An air-track glider attached to a spring oscillates with a period of 1.5 s. At t = 0 s the glider
is 5.00 cm left of the equilibrium position and moving to the right at 36.3 cm/s.
(a) Find ω, A, ϕ0.
(b) Draw an appropriately labelled position-time graph for this motion showing 2 cycles.
(c) What is the phase at t = 0.5 s and 1.0 s?
To solve this problem, we will use the equation for simple harmonic motion:
x(t) = A cos(ωt + ϕ0)
where x(t) is the position of the glider at time t, A is the amplitude, ω is the angular frequency, and ϕ0 is the phase constant.

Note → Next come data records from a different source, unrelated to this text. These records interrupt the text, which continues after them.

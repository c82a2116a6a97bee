/** How far a person is with a lesson. */
export type NutState = Readonly<{ seen: boolean; answered: boolean; shown: boolean; changedSince?: boolean }>;

// A castle nut from above: a hexagon with six slots cut into the rim; three of them carry the progress.
const RADIUS = 15;
const CORNERS = [0, 1, 2, 3, 4, 5].map((n) => {
  const angle = (Math.PI / 3) * n;
  return [18 + RADIUS * Math.cos(angle), 18 + RADIUS * Math.sin(angle)] as const;
});
const OUTLINE = CORNERS.map(([x, y]) => `${x.toFixed(2)},${y.toFixed(2)}`).join(" ");

function Slot({ turn, filled }: { turn: number; filled: boolean }) {
  return (
    <rect
      x={15.6}
      y={4.2}
      width={4.8}
      height={6.2}
      transform={`rotate(${turn} 18 18)`}
      className={filled ? "fill-enamel stroke-enamel" : "fill-paper stroke-line-strong"}
      strokeWidth={1}
    />
  );
}

/** The words for a state, for people who do not see the drawing. */
export function nutWords(state: NutState): string {
  const reached = [state.seen && "seen", state.answered && "answered", state.shown && "shown"].filter(
    Boolean,
  );
  const words = reached.length === 0 ? "not started" : reached.join(", ");
  return state.changedSince ? `${words}; changed since` : words;
}

/** The progress glyph: the slots fill in turn, seen, answered, shown; dashed when the lesson changed since. */
export function CastleNut({ state, size = 36 }: { state: NutState; size?: number }) {
  return (
    <svg viewBox="0 0 36 36" width={size} height={size} role="img" aria-label={nutWords(state)}>
      <polygon
        points={OUTLINE}
        className="fill-sheet stroke-ink"
        strokeWidth={1.5}
        {...(state.changedSince ? { strokeDasharray: "3 2" } : {})}
      />
      <circle cx={18} cy={18} r={5} className="fill-none stroke-ink" strokeWidth={1.2} />
      <Slot turn={0} filled={state.seen} />
      <Slot turn={120} filled={state.answered} />
      <Slot turn={240} filled={state.shown} />
    </svg>
  );
}
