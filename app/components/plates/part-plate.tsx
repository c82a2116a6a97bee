import { NewFastener } from "./new-fastener";
import { PlateFrame } from "./plate-frame";
import { MoreFacts, PlateHead } from "./plate-head";
import { metalOf, StoppedFigure } from "./plate-value";
import type { PlateProps } from "./plate";

/** A part, as the tag on its box: name, number, how many, whether the old one goes back in. */
export function PartPlate({ of, view, current = false, foot }: PlateProps) {
  const { mark, showing } = of;
  const name = mark.component || mark.product || "Part";
  return (
    <PlateFrame
      of={of}
      view={view}
      name={name}
      current={current}
      foot={foot}
      metal={metalOf(showing)}
      lead={
        <>
          <div className="flex items-start gap-3">
            {/* The tag's eyelet. */}
            <svg
              viewBox="0 0 20 20"
              className="mt-0.5 size-5 shrink-0 fill-none stroke-ink"
              aria-hidden="true"
            >
              <path d="M1 10 7 3h12v14H7z" strokeWidth={1.5} />
              <circle cx={8} cy={10} r={2} strokeWidth={1.5} />
            </svg>
            <PlateHead mark={mark} name={name} />
          </div>
          {showing === "in-doubt" ? (
            <StoppedFigure of={of} view={view} />
          ) : (
            <>
              <p className="flex flex-wrap items-baseline gap-x-4 font-figure text-2xl leading-tight font-semibold">
                {mark.partNumber === "" ? (
                  <span className="font-sans text-sm font-normal text-ink-soft">
                    Part number not recorded
                  </span>
                ) : (
                  <span className="break-all">{mark.partNumber}</span>
                )}
                {mark.quantity === "" ? null : <span>× {mark.quantity}</span>}
              </p>
              {mark.partRule === "replace" ? <NewFastener words="ALWAYS NEW" /> : null}
              {mark.partRule === "reuse" ? <p>The old part may be reused</p> : null}
            </>
          )}
        </>
      }
    >
      <MoreFacts mark={mark} />
    </PlateFrame>
  );
}
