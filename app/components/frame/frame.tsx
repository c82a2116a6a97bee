import { Form, href, Link, useLocation } from "react-router";
import { can, type Permission } from "~/auth/permissions";
import type { Viewer } from "~/auth/viewer";
import { Brand } from "./brand";
import { SearchBox } from "./search-box";

const PLACES: readonly { to: string; label: string; permission: Permission }[] = [
  { to: "/", label: "Library", permission: "lesson:watch" },
  { to: "/training", label: "My training", permission: "records:own" },
  { to: "/bench", label: "Bench", permission: "lesson:edit" },
  { to: "/skills", label: "Who has shown what", permission: "training:see-all" },
  { to: "/team", label: "Team", permission: "team:see" },
];

/** Pages of who teaches whose addresses begin like those of who learns. */
const TEACHING = /^\/training\/(?:assign|sign-offs|people)(?:\/|$)/;

function isHere(place: string, pathname: string): boolean {
  const at = TEACHING.test(pathname) ? "/skills" : pathname.startsWith("/settings") ? "/team" : pathname;
  return at === place || (place !== "/" && at.startsWith(`${place}/`));
}

function UnitSwitch({ viewer }: { viewer: Viewer }) {
  const { pathname, search } = useLocation();
  const button = (units: "metric" | "inch", label: string) => (
    <button
      name="units"
      value={units}
      aria-pressed={viewer.units === units}
      className={`min-h-11 px-3 text-sm ${viewer.units === units ? "bg-on-graphite font-semibold text-enamel-deep dark:text-graphite" : "text-on-graphite"}`}
    >
      {label}
    </button>
  );
  return (
    <Form
      method="post"
      action={href("/api/units")}
      className="inline-flex overflow-hidden rounded border border-on-graphite-soft"
      aria-label="Which unit comes first"
      preventScrollReset
    >
      <input type="hidden" name="to" value={pathname + search} />
      {button("metric", "N·m")}
      {button("inch", "lbf·ft")}
    </Form>
  );
}

function initials(name: string): string {
  const words = name.trim().split(/\s+/);
  return ((words[0]?.[0] ?? "?") + (words.length > 1 ? (words.at(-1)?.[0] ?? "") : "")).toUpperCase();
}

/** The frame of every signed-in page: brand, search, places by role, units, account. */
export function Frame({ viewer, children }: { viewer: Viewer; children: React.ReactNode }) {
  const { pathname } = useLocation();
  const places = PLACES.filter((place) => can(viewer.role, place.permission));
  return (
    <>
      <a
        href="#content"
        className="sr-only focus:not-sr-only focus:absolute focus:z-50 focus:bg-sheet focus:px-4 focus:py-3"
      >
        Skip to the content
      </a>
      <header className="no-print bg-enamel-deep text-on-graphite">
        <div className="mx-auto flex max-w-[1440px] flex-wrap items-center gap-x-5 gap-y-1.5 px-4 py-2 sm:px-7">
          <Link
            to={href("/")}
            className="inline-flex min-h-11 items-center no-underline"
            aria-label="Castlenut, library"
          >
            <Brand />
          </Link>
          <div className="order-2 w-full lg:order-none lg:w-auto lg:min-w-60 lg:max-w-2xl lg:flex-1">
            <SearchBox />
          </div>
          <div className="ml-auto flex items-center gap-3 xl:order-4 xl:ml-0">
            <UnitSwitch viewer={viewer} />
            <Link
              to={href("/account")}
              aria-label={`Account of ${viewer.name}`}
              className="grid size-11 place-items-center rounded-full bg-brass-tint text-sm font-semibold text-ink no-underline"
            >
              {initials(viewer.name)}
            </Link>
          </div>
          <nav
            aria-label="Places"
            className="order-3 -mx-2 flex w-full flex-wrap gap-x-1 xl:order-3 xl:mx-0 xl:ml-auto xl:w-auto"
          >
            {places.map((place) => (
              <Link
                key={place.to}
                to={place.to}
                aria-current={isHere(place.to, pathname) ? "page" : undefined}
                className="flex min-h-11 items-center rounded px-3 font-semibold whitespace-nowrap text-on-graphite no-underline hover:bg-enamel/60 aria-[current=page]:bg-enamel aria-[current=page]:text-on-enamel"
              >
                {place.label}
              </Link>
            ))}
          </nav>
        </div>
      </header>
      <main id="content" tabIndex={-1} className="outline-none">
        {children}
      </main>
      <footer className="no-print mx-auto max-w-[1440px] px-4 pb-8 text-sm text-ink-soft sm:px-7">
        {viewer.shopName}. Values are the shop's own record: before tightening, compare with the vehicle
        maker's current service information for this chassis number. If they differ, the maker's is right.
      </footer>
    </>
  );
}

(a) To find ω, we can use the formula:
T = 2π/ω
where T is the period. Plugging in the given period of 1.5 s, we have:
1.5 = 2π/ω
Cross multiplying and rearranging, we get:
ω = 2π/1.5
ω = 4.18879 rad/s
To find A, we use the fact that the glider is 5.00 cm to the left of the equilibrium position. Since cosine is maximum at ωt = ϕ0, we know that at t = 0, cos(ωt + ϕ0) = 1. Thus, we can write:
x(0) = A cos(ϕ0) = -5.00 cm
Since cosine is an even function, we know that cos(ϕ0) = cos(-ϕ0). Therefore, we can write:
A cos(ϕ0) = A cos(-ϕ0) = -5.00 cm
Solving for A, we have:
A = 5.00 cm
To find ϕ0, we can use the given initial velocity. The glider is moving to the right at 36.3 cm/s. At t = 0, we know that the velocity is maximum, so:
v(0) = -Aω sin(ϕ0) = 36.3 cm/s
Since sine is maximum at ωt = π/2 + ϕ0, we can write:
sin(π/2 + ϕ0) = 1
Substituting this into the equation above, we have:
-Aω = 36.3 cm/s
-5.00 cm * 4.18879 rad/s = 36.3 cm/s
ϕ0 = -2.97799 rad
(b) To draw the position-time graph for 2 cycles, we need to find the range of t that corresponds to 2 periods. Since the period is 1.5 s, 2 periods would correspond to 3 s. To draw the graph, we can choose any values of t within this range and plug them into the equation x(t) = 5.00 cm * cos(4.18879t - 2.97799 rad). Here is an example position-time graph:
```
y-axis (position in cm)
| .
| .
| .
| .
| .
| .
| .
| .
| .
| . .
| . .
| . .
| . .
| . .
| . .
| . .
| . .
|aaaaaaaaaaaaaaa|bbbbbbbbbbbbbbb|ccccccccccccccc
0 1 2 3 → x-axis (time in s)
```
In this graph, the glider starts at the far left (positions labeled "a"), moves to the equilibrium position (positions labeled "b"), and then moves to the far right (positions labeled "c"). The repeating pattern represents two cycles of the glider's motion.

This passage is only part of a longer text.